-- Opening Marker --

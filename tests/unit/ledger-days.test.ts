// The ledger's day arithmetic on hand cases (shared/ledger/days.ts): calendar days and months in a
// worksite's time zone, and the tally of planned, lost and limiting hours. Clock changes are those
// of the IANA tz database for Europe/London and Australia/Sydney (from memory: last Sunday of
// March and of October for the UK; AEDT, UTC+11, in the southern summer).
import { describe, expect, it } from 'vitest';
import { calendarIndex, LIMIT, STATUS } from '../../shared/engine';
import { daysOf, tallyDay, tallyStitched, yearMonthLostHours, zonedDayMs, type StatusPart } from '../../shared/ledger/days';

const HOUR = 3_600_000;
const { WORKABLE, NOT_WORKABLE, NO_DATA } = STATUS;

function zonedIndex(timeMs: Float64Array, t: number): number {
  return timeMs.findIndex((x) => x >= t);
}

/** An hourly (or `stepH`-hourly) source of statuses from `startMs`. */
function part(startMs: number, statuses: number[], limits: number[] = [], stepH = 1): StatusPart {
  return {
    timeMs: Float64Array.from(statuses, (_, i) => startMs + i * stepH * HOUR),
    status: Uint8Array.from(statuses),
    limiting: Uint8Array.from(statuses, (_, i) => limits[i] ?? 0),
    stepMs: stepH * HOUR,
  };
}

describe('calendar days', () => {
  it('lists every date from one to another, inclusive, across month and year ends', () => {
    expect(daysOf('2026-12-30', '2027-01-02')).toEqual(['2026-12-30', '2026-12-31', '2027-01-01', '2027-01-02']);
    expect(daysOf('2028-02-28', '2028-03-01')).toEqual(['2028-02-28', '2028-02-29', '2028-03-01']); // 2028 is a leap year
    expect(daysOf('2026-05-01', '2026-05-01')).toEqual(['2026-05-01']);
    expect(daysOf('2026-05-02', '2026-05-01')).toEqual([]);
  });
});

describe('ledger day arithmetic (hand cases)', () => {
  it('takes the real length of a day in the worksite zone', () => {
    // Europe/London: clocks go forward on 29 March 2026 and back on 25 October 2026.
    const spring = zonedDayMs('2026-03-29', 'Europe/London');
    expect(spring).toEqual({ startMs: Date.UTC(2026, 2, 29, 0), endMs: Date.UTC(2026, 2, 29, 23) });
    const autumn = zonedDayMs('2026-10-25', 'Europe/London');
    expect((autumn.endMs - autumn.startMs) / HOUR).toBe(25);
    // Australia/Sydney in January is UTC+11: local midnight is 13:00 UTC the day before.
    expect(zonedDayMs('2027-01-10', 'Australia/Sydney').startMs).toBe(Date.UTC(2027, 0, 9, 13));
  });

  it('counts lost hours as planned minus workable, with gaps and no data lost, and the dominant limit', () => {
    const day = Date.UTC(2026, 5, 1);
    // 20 hourly records from 00:00 (hours 20-23 absent): 10 workable, 6 broken by wind, 3 by Hs, 1 no data.
    const timeMs = Float64Array.from({ length: 20 }, (_, i) => day + i * HOUR);
    const status = new Uint8Array(20);
    const limiting = new Uint8Array(20);
    for (let i = 0; i < 20; i++) {
      if (i < 10) status[i] = STATUS.WORKABLE;
      else if (i < 16) [status[i], limiting[i]] = [STATUS.NOT_WORKABLE, LIMIT.WIND];
      else if (i < 19) [status[i], limiting[i]] = [STATUS.NOT_WORKABLE, LIMIT.HS];
      else status[i] = STATUS.NO_DATA;
    }
    // Hand count: 24 planned - 10 workable = 14 lost; wind 6 h beats no data 1 + 4 absent = 5 h and Hs 3 h.
    expect(tallyDay(timeMs, status, limiting, HOUR, day, day + 24 * HOUR)).toEqual({ plannedHours: 24, lostHours: 14, limiting: 'wind' });
    // Two more hours of no data and no data leads (7 h > 6 h).
    status[9] = STATUS.NO_DATA;
    status[8] = STATUS.NO_DATA;
    expect(tallyDay(timeMs, status, limiting, HOUR, day, day + 24 * HOUR)).toEqual({ plannedHours: 24, lostHours: 16, limiting: 'noData' });
    // A wholly workable day loses nothing and names no limit; records of the next day do not count.
    const calm = Float64Array.from({ length: 48 }, (_, i) => day + i * HOUR);
    expect(tallyDay(calm, new Uint8Array(48).fill(STATUS.WORKABLE), new Uint8Array(48), HOUR, day, day + 24 * HOUR)).toEqual({
      plannedHours: 24,
      lostHours: 0,
      limiting: null,
    });
    // Three-hourly records stand for three hours each.
    const coarse = Float64Array.from({ length: 8 }, (_, i) => day + i * 3 * HOUR);
    const st = Uint8Array.from([3, 3, 1, 1, 3, 3, 3, 3]);
    expect(tallyDay(coarse, st, Uint8Array.from([0, 0, 7, 7, 0, 0, 0, 0]), 3 * HOUR, day, day + 24 * HOUR)).toEqual({
      plannedHours: 24,
      lostHours: 6,
      limiting: 'wind',
    });
  });

  it('stitches forecast issues minute by minute, the first source that covers a minute deciding', () => {
    const day = Date.UTC(2026, 5, 1);
    // Newest issue from 06:00, 12 h workable then 6 h broken by Hs; an older issue over the whole
    // day, broken by wind everywhere. Hand count: 00-06 wind (older), 06-18 workable, 18-24 Hs; wind
    // and Hs tie at 6 h, and a tie goes to the first limit in the engine's order (Hs, shared/engine/types.ts).
    const newer = part(
      day + 6 * HOUR,
      [...Array(12).fill(WORKABLE), ...Array(6).fill(NOT_WORKABLE)],
      [...Array(12).fill(0), ...Array(6).fill(LIMIT.HS)],
    );
    const older = part(day, Array(24).fill(NOT_WORKABLE), Array(24).fill(LIMIT.WIND));
    const t = tallyStitched([newer, older], day, day + 24 * HOUR);
    expect(t).toEqual({ plannedHours: 24, lostHours: 12, limiting: 'hs', minutesBySource: [18 * 60, 6 * 60] });
    // One source on whole hours gives what tallyDay gives.
    const one = part(day, [WORKABLE, WORKABLE, NOT_WORKABLE, NO_DATA], [0, 0, LIMIT.WIND, 0]);
    const { minutesBySource, ...alone } = tallyStitched([one], day, day + 24 * HOUR);
    expect(alone).toEqual(tallyDay(one.timeMs, one.status, one.limiting, HOUR, day, day + 24 * HOUR));
    expect(minutesBySource).toEqual([4 * 60]);
    // Nothing covers the day: all of it is lost to missing data.
    expect(tallyStitched([], day, day + 24 * HOUR)).toEqual({ plannedHours: 24, lostHours: 24, limiting: 'noData', minutesBySource: [] });
  });

  it('counts a 25-hour day of a clock change whole (Europe/London, 25 October 2026)', () => {
    const { startMs, endMs } = zonedDayMs('2026-10-25', 'Europe/London');
    const calm = part(startMs, Array(25).fill(WORKABLE));
    expect(tallyDay(calm.timeMs, calm.status, calm.limiting, HOUR, startMs, endMs)).toEqual({
      plannedHours: 25,
      lostHours: 0,
      limiting: null,
    });
    // Only 24 records: the 25th hour has no record and is lost to missing data.
    const short = part(startMs, Array(24).fill(WORKABLE));
    expect(tallyDay(short.timeMs, short.status, short.limiting, HOUR, startMs, endMs)).toEqual({
      plannedHours: 25,
      lostHours: 1,
      limiting: 'noData',
    });
  });

  it('takes the real length of months on clock-change dates (Europe/London March: 743 h)', () => {
    // Hourly from 2024-01-01 00:00Z to 2025-12-30 23:00Z; workable only for the first 100 records
    // of March 2024.
    const start = Date.UTC(2024, 0, 1);
    const n = 8784 + 8760 - 24;
    const timeMs = Float64Array.from({ length: n }, (_, i) => start + i * HOUR);
    const status = new Uint8Array(n).fill(STATUS.NOT_WORKABLE);
    const march = zonedIndex(timeMs, Date.UTC(2024, 2, 1));
    for (let i = march; i < march + 100; i++) status[i] = STATUS.WORKABLE;
    const cal = calendarIndex(timeMs, 'Europe/London');
    const lost = new Map(yearMonthLostHours(timeMs, status, cal.yearMonth, HOUR, 'Europe/London'));
    // 31 days less the hour skipped on the last Sunday of March (31 March 2024), minus 100 workable.
    expect(lost.get(2024 * 12 + 2)).toBe(743 - 100);
    expect(lost.get(2024 * 12 + 9)).toBe(745); // October: the hour repeated on 27 October 2024
    // December 2025 ends after the data (last record 2025-12-30 23:00Z + 1 h): left out.
    expect(lost.has(2025 * 12 + 11)).toBe(false);
  });
});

-- Closing Marker --

Exercise aim: Would you print exactly and only the lines of the material above that run from the line with "const HOUR = 3_600_000;" through the line with "const autumn = zonedDayMs('2026-10-25', 'Europe/London');", both included?

Result of the task:
const HOUR = 3_600_000;
const { WORKABLE, NOT_WORKABLE, NO_DATA } = STATUS;

function zonedIndex(timeMs: Float64Array, t: number): number {
  return timeMs.findIndex((x) => x >= t);
}

/** An hourly (or `stepH`-hourly) source of statuses from `startMs`. */
function part(startMs: number, statuses: number[], limits: number[] = [], stepH = 1): StatusPart {
  return {
    timeMs: Float64Array.from(statuses, (_, i) => startMs + i * stepH * HOUR),
    status: Uint8Array.from(statuses),
    limiting: Uint8Array.from(statuses, (_, i) => limits[i] ?? 0),
    stepMs: stepH * HOUR,
  };
}

describe('calendar days', () => {
  it('lists every date from one to another, inclusive, across month and year ends', () => {
    expect(daysOf('2026-12-30', '2027-01-02')).toEqual(['2026-12-30', '2026-12-31', '2027-01-01', '2027-01-02']);
    expect(daysOf('2028-02-28', '2028-03-01')).toEqual(['2028-02-28', '2028-02-29', '2028-03-01']); // 2028 is a leap year
    expect(daysOf('2026-05-01', '2026-05-01')).toEqual(['2026-05-01']);
    expect(daysOf('2026-05-02', '2026-05-01')).toEqual([]);
  });
});

describe('ledger day arithmetic (hand cases)', () => {
  it('takes the real length of a day in the worksite zone', () => {
    // Europe/London: clocks go forward on 29 March 2026 and back on 25 October 2026.
    const spring = zonedDayMs('2026-03-29', 'Europe/London');
    expect(spring).toEqual({ startMs: Date.UTC(2026, 2, 29, 0), endMs: Date.UTC(2026, 2, 29, 23) });
    const autumn = zonedDayMs('2026-10-25', 'Europe/London');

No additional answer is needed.